[Stored items]:
==================================================

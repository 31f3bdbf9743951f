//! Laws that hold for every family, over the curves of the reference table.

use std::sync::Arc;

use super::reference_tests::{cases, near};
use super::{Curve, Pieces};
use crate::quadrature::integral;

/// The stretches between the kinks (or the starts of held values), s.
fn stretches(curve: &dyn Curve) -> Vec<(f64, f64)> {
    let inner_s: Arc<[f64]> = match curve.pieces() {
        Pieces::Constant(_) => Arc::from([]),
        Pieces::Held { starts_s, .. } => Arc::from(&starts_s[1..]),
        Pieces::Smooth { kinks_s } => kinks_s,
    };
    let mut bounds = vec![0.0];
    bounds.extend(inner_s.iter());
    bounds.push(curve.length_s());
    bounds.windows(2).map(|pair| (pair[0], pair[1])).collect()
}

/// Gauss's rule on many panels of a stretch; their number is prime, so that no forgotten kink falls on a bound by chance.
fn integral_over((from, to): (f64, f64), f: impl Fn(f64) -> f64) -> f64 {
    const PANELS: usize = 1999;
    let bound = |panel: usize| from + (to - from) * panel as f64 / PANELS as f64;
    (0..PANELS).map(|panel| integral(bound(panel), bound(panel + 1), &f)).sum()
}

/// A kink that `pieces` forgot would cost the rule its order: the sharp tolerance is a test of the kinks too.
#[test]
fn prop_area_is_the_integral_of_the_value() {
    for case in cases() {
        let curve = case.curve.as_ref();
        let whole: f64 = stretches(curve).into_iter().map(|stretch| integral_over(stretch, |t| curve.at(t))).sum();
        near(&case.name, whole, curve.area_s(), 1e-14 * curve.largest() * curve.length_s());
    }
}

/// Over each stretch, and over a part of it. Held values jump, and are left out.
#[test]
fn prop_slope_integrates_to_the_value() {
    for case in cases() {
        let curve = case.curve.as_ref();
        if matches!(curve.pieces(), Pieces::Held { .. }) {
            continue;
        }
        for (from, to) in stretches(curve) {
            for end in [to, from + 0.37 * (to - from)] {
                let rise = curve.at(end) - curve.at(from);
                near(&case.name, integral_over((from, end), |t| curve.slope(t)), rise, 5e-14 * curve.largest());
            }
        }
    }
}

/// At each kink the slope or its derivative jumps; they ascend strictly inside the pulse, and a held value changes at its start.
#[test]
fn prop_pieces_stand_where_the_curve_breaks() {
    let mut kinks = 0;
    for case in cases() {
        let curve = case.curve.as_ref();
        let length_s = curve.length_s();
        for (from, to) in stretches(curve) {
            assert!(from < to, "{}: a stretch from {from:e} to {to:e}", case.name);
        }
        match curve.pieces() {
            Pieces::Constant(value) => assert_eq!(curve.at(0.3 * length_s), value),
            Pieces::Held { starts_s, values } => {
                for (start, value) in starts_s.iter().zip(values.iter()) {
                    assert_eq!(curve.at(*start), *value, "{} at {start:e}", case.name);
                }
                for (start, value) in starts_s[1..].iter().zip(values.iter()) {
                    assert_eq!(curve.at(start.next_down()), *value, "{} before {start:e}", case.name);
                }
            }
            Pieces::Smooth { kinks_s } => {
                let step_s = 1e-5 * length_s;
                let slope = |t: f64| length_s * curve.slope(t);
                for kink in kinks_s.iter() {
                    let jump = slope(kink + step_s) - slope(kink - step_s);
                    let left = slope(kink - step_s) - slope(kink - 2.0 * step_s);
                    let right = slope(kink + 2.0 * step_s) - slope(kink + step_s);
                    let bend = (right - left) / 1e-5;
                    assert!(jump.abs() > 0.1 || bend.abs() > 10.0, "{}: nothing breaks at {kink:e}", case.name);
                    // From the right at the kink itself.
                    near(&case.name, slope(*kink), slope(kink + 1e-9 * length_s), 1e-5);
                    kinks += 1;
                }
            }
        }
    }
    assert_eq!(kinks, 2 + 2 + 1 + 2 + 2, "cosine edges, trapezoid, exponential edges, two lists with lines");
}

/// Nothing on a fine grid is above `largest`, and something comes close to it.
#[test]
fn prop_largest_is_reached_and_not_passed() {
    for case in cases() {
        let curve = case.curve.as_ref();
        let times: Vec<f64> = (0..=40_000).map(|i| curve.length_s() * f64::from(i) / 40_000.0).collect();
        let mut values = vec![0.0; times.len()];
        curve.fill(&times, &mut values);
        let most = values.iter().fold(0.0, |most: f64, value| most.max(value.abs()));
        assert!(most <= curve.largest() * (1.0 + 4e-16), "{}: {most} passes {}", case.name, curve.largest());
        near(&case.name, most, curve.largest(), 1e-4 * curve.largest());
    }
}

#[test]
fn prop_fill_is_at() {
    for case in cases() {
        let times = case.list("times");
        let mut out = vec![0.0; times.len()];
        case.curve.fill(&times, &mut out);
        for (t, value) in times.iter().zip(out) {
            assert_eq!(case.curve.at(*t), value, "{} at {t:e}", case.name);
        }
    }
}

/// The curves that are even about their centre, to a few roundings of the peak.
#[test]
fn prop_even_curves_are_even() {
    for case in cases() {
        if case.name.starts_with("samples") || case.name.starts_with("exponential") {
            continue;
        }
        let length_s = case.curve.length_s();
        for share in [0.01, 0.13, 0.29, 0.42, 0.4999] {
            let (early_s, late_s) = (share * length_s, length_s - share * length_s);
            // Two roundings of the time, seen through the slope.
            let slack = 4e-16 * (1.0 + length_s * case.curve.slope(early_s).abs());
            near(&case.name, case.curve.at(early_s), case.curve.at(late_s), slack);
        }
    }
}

==================================================

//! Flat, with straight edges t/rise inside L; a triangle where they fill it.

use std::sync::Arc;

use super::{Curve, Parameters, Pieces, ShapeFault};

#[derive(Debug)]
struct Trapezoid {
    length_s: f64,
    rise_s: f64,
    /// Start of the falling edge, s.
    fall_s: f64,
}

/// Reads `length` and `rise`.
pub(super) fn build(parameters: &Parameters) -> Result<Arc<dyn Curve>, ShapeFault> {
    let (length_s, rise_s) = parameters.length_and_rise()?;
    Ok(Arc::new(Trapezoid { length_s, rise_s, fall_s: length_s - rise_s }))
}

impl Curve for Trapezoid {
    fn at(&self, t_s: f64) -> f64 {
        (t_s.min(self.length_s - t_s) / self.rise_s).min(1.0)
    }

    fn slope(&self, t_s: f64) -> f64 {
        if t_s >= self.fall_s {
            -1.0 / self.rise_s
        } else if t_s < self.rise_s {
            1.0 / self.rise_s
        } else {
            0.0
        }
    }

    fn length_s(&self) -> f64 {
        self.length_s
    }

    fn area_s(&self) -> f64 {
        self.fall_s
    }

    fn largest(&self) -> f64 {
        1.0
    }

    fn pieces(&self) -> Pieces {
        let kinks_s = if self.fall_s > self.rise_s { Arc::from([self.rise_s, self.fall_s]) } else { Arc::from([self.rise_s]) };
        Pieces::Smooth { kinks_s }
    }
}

==================================================

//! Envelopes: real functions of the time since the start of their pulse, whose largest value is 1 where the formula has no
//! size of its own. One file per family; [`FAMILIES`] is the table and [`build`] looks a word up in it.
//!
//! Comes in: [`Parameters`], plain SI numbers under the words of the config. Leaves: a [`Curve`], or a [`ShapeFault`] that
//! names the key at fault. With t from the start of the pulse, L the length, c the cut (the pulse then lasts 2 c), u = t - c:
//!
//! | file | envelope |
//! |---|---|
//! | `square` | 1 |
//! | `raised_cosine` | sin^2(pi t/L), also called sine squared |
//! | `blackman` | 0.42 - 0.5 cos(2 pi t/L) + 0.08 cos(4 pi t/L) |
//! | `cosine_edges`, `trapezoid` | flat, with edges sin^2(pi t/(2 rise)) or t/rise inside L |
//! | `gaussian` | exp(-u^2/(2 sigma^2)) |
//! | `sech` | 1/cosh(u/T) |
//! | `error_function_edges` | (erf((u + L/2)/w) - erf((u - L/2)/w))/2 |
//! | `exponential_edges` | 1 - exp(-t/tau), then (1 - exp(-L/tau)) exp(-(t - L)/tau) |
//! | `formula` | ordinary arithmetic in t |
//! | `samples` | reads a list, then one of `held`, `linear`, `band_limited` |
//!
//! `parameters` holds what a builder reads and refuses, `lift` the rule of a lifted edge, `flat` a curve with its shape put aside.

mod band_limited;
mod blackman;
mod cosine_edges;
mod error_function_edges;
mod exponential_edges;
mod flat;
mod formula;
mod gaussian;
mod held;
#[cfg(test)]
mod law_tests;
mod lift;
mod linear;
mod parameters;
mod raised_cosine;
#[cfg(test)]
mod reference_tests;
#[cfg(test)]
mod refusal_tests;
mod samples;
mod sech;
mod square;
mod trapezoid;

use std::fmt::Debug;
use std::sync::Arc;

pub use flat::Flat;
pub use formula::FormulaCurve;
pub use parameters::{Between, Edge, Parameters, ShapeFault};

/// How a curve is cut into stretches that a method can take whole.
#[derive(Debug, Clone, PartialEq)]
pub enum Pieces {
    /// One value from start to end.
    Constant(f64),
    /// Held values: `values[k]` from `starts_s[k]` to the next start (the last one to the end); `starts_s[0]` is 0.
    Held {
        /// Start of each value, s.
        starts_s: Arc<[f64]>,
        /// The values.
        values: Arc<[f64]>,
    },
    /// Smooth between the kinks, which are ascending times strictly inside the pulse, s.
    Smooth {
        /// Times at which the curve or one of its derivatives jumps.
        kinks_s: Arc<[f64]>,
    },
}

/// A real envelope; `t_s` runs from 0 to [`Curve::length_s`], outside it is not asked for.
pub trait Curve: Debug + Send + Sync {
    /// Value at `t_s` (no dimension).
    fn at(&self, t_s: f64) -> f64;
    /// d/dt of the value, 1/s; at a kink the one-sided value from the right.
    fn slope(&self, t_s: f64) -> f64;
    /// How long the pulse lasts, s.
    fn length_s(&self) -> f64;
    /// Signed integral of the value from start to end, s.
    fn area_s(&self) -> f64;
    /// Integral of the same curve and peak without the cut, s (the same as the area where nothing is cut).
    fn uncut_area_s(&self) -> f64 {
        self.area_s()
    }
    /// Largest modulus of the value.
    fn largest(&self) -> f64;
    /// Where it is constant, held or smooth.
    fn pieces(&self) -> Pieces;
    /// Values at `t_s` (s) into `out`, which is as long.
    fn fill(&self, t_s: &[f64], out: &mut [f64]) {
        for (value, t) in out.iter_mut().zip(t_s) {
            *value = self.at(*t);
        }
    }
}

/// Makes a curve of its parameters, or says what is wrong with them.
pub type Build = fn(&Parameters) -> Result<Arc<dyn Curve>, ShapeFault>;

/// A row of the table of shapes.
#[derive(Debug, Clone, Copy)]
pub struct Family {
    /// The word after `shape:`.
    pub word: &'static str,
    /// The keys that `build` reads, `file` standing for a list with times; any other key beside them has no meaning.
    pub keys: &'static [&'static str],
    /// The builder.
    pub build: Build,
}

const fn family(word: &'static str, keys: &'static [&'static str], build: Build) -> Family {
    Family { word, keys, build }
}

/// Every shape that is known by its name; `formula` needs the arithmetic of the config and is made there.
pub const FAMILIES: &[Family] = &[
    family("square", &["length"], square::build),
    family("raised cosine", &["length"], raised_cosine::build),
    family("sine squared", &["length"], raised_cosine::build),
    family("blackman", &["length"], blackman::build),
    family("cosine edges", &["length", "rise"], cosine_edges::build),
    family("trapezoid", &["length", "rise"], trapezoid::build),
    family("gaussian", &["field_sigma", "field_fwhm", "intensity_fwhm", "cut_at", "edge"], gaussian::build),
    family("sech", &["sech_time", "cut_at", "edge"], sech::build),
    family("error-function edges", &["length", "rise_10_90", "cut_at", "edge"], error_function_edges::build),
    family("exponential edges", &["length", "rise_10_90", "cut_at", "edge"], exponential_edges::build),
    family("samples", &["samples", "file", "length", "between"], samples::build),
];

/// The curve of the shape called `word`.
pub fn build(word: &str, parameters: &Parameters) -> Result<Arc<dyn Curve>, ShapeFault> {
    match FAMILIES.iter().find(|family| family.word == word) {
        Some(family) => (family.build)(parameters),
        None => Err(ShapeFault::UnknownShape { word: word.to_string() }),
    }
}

==================================================

[What is required]: Reproduce each line from the records that contains the word "pulse".

[Reply to the task]:
/// At each kink the slope or its derivative jumps; they ascend strictly inside the pulse, and a held value changes at its start.
//! Envelopes: real functions of the time since the start of their pulse, whose largest value is 1 where the formula has no
//! names the key at fault. With t from the start of the pulse, L the length, c the cut (the pulse then lasts 2 c), u = t - c:
    /// Smooth between the kinks, which are ascending times strictly inside the pulse, s.
    /// How long the pulse lasts, s.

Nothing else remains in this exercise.